• Task instructions: What lines in the records below contain the string "YYYY"? Copy every one.

BEGIN Recorded data

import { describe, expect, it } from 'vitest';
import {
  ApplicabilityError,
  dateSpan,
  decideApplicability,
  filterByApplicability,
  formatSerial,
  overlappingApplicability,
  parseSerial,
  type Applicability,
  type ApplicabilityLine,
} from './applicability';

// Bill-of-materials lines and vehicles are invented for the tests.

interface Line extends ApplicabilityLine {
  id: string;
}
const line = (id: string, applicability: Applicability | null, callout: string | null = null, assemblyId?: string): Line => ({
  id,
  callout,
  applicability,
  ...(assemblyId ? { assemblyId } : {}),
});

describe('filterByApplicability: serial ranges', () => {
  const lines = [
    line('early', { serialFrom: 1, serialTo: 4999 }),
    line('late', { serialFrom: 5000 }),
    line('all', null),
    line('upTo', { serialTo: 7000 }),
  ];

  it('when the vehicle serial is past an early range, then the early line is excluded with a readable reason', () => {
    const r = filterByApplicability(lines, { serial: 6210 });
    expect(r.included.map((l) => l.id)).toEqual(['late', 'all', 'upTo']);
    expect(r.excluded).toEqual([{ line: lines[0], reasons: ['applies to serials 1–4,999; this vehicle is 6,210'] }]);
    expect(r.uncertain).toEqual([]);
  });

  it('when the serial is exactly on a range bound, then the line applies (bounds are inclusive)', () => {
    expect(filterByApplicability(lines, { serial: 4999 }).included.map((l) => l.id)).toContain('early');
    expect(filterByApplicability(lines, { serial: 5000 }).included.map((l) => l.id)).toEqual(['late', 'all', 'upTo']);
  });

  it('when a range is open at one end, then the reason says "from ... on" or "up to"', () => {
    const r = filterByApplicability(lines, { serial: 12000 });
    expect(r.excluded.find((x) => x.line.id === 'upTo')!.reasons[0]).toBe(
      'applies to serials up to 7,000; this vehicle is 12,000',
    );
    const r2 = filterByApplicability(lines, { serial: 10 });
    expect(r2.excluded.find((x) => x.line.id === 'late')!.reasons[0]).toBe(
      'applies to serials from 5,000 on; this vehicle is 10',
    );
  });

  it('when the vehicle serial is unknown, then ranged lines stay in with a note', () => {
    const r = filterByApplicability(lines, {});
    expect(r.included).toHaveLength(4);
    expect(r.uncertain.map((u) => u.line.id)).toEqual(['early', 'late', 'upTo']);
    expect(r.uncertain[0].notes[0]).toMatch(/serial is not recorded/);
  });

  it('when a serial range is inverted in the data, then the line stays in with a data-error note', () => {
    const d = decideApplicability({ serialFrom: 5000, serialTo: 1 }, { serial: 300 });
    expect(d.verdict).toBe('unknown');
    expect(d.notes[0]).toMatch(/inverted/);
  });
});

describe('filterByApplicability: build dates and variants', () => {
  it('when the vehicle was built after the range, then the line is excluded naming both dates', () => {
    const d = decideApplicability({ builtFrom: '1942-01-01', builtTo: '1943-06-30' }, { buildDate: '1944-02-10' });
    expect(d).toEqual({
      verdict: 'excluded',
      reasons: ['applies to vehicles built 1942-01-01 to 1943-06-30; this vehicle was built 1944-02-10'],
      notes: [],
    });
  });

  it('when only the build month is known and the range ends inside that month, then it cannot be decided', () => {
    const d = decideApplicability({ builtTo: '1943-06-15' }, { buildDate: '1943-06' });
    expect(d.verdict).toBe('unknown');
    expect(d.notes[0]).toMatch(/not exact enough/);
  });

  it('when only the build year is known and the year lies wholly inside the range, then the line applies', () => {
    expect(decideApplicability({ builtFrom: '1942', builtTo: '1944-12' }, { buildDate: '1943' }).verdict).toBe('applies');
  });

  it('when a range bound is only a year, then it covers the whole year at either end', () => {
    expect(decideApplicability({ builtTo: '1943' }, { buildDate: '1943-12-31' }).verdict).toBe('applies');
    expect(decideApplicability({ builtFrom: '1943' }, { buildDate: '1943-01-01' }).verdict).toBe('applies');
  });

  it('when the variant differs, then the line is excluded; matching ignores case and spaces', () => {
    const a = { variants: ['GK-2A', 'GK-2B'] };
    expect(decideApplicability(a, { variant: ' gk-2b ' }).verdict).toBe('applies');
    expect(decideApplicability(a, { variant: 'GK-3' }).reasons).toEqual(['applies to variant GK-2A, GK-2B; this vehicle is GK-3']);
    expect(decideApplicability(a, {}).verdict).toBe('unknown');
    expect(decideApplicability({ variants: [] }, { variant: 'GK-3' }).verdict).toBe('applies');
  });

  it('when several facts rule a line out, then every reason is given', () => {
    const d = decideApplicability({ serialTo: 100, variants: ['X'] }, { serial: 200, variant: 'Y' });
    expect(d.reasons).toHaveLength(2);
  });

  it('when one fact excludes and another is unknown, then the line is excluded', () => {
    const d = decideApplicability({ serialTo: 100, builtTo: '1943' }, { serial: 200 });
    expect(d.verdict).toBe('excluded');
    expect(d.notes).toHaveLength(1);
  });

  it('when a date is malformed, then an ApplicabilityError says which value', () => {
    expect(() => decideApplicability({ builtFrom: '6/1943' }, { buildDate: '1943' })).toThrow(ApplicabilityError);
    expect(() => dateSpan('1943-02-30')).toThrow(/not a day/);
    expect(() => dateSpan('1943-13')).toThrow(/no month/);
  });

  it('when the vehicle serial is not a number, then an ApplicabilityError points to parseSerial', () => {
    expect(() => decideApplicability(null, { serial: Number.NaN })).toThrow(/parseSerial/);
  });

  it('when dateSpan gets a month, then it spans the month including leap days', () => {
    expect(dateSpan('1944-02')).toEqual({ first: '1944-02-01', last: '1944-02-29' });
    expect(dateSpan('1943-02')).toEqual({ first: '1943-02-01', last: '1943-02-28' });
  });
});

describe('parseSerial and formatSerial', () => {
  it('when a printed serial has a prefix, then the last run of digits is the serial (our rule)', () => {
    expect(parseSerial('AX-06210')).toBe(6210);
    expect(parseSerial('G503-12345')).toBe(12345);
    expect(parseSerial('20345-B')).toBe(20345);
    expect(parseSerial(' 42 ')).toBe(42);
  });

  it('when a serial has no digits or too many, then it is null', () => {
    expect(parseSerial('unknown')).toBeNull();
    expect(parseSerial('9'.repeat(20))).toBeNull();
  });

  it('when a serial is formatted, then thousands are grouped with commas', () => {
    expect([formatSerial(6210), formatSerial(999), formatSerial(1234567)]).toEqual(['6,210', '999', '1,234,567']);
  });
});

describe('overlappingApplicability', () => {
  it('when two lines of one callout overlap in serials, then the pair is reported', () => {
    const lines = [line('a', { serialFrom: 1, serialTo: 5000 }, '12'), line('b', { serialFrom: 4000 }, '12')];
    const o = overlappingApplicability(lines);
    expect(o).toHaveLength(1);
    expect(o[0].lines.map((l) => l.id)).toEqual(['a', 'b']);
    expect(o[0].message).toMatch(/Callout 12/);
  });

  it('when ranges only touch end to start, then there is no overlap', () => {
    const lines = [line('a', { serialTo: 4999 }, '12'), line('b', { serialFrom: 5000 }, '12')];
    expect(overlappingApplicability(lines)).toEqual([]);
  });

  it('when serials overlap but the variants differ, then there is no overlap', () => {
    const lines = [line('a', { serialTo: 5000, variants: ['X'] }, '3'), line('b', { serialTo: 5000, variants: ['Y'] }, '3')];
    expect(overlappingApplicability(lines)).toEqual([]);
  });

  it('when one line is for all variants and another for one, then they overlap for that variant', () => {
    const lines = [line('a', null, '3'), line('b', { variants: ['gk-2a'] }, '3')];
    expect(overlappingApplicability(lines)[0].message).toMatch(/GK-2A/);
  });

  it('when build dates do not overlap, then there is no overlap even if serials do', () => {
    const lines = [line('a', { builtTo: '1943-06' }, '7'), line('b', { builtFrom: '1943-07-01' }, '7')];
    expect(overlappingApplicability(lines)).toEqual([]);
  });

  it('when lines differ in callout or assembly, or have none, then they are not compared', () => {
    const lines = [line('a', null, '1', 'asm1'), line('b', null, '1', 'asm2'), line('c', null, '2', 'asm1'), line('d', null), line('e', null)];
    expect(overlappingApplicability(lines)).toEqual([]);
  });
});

END Recorded data
BEGIN Recorded data

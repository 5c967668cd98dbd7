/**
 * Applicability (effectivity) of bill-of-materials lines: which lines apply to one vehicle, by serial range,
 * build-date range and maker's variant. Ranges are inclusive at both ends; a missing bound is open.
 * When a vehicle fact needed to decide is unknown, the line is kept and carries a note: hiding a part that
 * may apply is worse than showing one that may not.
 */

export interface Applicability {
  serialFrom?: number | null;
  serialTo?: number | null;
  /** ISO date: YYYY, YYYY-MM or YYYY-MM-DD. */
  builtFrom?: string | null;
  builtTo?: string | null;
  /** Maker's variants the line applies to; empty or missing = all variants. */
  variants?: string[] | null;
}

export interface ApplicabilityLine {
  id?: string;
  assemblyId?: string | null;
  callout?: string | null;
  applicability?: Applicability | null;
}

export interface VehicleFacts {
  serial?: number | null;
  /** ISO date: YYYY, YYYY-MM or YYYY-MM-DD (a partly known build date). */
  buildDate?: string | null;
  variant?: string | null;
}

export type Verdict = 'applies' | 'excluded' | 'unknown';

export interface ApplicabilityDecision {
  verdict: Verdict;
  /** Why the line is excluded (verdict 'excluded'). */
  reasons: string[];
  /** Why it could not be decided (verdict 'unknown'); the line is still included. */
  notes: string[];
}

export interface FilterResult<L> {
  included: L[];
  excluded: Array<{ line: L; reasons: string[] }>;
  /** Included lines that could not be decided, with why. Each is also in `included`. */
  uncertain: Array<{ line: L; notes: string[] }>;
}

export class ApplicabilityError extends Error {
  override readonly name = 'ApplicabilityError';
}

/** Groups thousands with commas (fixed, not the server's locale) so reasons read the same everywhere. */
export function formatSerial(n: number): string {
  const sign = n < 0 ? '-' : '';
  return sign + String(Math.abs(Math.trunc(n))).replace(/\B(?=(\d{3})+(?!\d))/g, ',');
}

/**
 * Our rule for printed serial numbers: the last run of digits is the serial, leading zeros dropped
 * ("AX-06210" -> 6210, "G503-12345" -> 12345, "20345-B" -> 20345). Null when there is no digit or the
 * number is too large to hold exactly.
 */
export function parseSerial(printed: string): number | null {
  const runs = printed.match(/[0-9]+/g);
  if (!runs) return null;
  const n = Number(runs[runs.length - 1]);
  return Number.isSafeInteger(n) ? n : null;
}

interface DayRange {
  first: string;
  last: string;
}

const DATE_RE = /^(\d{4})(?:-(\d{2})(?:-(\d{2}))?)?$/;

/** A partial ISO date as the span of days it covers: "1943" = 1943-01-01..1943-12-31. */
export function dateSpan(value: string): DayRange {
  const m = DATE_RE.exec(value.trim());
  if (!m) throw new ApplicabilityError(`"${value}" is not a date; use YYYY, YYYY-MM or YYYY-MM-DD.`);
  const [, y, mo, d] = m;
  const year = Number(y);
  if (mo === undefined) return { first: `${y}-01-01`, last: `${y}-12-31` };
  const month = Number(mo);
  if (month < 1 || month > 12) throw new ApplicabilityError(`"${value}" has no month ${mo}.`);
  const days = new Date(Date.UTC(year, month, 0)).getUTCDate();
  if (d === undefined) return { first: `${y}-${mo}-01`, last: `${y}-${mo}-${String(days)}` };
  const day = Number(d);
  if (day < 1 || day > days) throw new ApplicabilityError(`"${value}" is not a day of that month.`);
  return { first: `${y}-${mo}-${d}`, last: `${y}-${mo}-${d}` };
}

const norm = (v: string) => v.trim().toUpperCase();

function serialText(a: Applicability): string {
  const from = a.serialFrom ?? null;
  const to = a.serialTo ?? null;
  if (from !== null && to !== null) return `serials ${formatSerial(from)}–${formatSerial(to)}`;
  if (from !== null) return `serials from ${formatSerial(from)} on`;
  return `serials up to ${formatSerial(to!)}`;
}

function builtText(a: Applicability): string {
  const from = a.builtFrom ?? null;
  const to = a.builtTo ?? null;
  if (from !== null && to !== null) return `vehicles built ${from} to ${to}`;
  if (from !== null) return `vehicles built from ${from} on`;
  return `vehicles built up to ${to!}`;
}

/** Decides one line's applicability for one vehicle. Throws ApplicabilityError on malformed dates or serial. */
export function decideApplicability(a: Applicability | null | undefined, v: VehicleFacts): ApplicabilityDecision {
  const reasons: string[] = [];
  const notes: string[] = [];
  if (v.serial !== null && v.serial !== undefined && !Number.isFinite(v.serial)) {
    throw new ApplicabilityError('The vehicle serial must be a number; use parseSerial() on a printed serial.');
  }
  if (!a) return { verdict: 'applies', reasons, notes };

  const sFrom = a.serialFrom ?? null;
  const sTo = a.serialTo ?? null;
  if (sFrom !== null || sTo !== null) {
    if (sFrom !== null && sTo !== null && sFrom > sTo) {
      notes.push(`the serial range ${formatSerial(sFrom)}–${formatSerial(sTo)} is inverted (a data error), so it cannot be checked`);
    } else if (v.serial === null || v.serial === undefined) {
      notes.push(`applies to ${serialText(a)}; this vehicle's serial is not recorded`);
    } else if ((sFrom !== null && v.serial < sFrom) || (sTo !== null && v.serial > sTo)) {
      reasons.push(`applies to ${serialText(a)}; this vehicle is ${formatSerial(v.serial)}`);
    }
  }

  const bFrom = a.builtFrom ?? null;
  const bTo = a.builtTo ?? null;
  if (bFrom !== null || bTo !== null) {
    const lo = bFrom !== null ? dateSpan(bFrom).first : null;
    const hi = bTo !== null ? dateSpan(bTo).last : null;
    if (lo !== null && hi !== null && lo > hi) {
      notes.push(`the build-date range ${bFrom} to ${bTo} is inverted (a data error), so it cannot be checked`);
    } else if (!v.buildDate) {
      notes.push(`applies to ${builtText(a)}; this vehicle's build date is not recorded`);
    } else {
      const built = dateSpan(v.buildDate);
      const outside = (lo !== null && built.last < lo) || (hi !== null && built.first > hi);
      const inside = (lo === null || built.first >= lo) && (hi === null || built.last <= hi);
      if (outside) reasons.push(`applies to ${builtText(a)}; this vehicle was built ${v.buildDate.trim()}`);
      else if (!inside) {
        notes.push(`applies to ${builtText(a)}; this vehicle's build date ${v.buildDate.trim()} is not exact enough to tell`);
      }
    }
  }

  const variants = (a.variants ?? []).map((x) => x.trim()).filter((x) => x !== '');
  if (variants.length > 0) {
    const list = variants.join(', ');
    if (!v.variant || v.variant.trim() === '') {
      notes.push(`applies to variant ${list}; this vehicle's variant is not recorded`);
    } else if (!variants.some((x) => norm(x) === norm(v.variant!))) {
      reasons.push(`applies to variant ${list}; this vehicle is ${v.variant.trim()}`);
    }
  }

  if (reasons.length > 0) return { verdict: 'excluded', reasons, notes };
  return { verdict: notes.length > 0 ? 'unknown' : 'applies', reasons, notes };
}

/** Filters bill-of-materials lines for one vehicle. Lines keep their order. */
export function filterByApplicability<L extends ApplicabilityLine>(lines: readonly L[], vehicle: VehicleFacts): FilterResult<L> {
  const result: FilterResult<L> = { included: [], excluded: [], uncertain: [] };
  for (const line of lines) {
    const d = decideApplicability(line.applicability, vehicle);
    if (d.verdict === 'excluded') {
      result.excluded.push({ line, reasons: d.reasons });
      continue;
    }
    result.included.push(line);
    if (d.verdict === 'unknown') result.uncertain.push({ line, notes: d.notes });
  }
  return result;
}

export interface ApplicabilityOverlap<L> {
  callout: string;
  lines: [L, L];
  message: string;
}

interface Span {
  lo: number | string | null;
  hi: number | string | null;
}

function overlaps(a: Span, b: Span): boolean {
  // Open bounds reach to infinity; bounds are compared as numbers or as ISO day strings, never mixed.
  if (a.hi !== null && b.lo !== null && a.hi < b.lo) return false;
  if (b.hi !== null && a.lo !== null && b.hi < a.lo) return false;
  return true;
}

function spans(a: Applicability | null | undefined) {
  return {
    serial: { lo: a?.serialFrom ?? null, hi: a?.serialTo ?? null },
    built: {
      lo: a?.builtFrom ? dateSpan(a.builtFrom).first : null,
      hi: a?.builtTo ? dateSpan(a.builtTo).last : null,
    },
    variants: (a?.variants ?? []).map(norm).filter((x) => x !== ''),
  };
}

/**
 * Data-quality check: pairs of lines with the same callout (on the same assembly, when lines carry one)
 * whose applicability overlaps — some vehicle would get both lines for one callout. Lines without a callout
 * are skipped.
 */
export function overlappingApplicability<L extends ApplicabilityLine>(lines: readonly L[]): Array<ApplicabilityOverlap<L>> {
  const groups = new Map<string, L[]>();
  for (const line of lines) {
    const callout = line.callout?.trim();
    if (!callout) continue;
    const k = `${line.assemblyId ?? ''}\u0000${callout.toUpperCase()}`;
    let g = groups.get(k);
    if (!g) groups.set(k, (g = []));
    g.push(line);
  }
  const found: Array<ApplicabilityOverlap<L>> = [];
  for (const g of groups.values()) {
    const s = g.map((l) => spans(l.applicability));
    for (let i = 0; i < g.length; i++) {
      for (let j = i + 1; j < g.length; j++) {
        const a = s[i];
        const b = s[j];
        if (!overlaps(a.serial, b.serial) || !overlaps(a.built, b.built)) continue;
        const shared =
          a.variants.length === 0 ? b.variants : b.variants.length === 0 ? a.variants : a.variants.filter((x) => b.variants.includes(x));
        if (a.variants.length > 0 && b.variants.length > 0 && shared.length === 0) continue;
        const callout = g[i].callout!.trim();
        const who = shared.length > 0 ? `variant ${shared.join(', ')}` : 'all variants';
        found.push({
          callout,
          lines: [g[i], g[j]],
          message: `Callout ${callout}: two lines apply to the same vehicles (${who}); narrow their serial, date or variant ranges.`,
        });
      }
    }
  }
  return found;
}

END Recorded data
BEGIN Recorded data

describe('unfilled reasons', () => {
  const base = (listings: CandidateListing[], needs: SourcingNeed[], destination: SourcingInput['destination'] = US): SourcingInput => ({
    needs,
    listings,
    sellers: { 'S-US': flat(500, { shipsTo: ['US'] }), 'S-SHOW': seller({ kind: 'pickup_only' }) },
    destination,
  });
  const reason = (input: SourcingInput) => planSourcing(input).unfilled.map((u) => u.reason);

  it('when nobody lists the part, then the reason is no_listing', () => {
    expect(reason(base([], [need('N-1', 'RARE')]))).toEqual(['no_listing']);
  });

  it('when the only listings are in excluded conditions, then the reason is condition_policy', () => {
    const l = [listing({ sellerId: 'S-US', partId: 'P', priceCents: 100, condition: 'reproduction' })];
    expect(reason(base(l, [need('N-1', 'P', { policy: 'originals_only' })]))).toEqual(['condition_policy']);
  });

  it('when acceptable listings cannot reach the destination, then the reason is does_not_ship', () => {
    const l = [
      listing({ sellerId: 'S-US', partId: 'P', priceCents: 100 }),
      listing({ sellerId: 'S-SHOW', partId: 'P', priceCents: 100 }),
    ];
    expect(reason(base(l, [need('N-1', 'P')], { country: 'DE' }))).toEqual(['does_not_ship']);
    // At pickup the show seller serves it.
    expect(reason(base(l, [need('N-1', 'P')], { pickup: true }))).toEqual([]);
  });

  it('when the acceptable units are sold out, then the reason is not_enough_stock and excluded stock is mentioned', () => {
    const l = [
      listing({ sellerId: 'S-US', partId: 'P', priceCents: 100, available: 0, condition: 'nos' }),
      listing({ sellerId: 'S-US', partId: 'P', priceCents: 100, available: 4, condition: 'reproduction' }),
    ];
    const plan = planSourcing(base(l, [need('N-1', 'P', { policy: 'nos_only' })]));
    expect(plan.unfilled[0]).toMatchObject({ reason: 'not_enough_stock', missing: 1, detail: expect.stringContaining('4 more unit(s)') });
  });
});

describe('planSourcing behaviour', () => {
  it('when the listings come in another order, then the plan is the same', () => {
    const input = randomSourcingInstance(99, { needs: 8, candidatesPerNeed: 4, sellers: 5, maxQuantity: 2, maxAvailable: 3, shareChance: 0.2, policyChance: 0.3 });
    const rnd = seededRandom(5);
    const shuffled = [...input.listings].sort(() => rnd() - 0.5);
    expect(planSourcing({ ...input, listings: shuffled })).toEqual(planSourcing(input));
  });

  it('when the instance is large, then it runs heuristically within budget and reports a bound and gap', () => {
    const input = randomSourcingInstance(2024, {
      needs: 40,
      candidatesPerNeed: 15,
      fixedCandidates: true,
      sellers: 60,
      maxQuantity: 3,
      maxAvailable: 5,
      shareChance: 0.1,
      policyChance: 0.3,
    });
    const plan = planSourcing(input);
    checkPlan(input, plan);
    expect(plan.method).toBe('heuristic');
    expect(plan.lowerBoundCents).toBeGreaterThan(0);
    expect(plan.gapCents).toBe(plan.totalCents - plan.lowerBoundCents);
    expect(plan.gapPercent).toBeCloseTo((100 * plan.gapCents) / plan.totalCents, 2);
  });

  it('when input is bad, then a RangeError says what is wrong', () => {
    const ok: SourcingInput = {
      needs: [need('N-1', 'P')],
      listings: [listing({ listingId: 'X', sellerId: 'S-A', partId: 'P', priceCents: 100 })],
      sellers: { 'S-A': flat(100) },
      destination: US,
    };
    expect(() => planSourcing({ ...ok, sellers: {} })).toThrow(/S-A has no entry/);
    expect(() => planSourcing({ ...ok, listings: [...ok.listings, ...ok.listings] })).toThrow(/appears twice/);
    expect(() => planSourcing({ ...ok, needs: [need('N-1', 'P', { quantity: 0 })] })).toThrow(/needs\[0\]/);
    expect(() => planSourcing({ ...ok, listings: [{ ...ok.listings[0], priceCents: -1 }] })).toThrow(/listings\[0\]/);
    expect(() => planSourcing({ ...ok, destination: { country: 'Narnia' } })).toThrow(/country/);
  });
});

END Recorded data

• Answer:
  /** ISO date: YYYY, YYYY-MM or YYYY-MM-DD. */
  /** ISO date: YYYY, YYYY-MM or YYYY-MM-DD (a partly known build date). */
  if (!m) throw new ApplicabilityError(`"${value}" is not a date; use YYYY, YYYY-MM or YYYY-MM-DD.`);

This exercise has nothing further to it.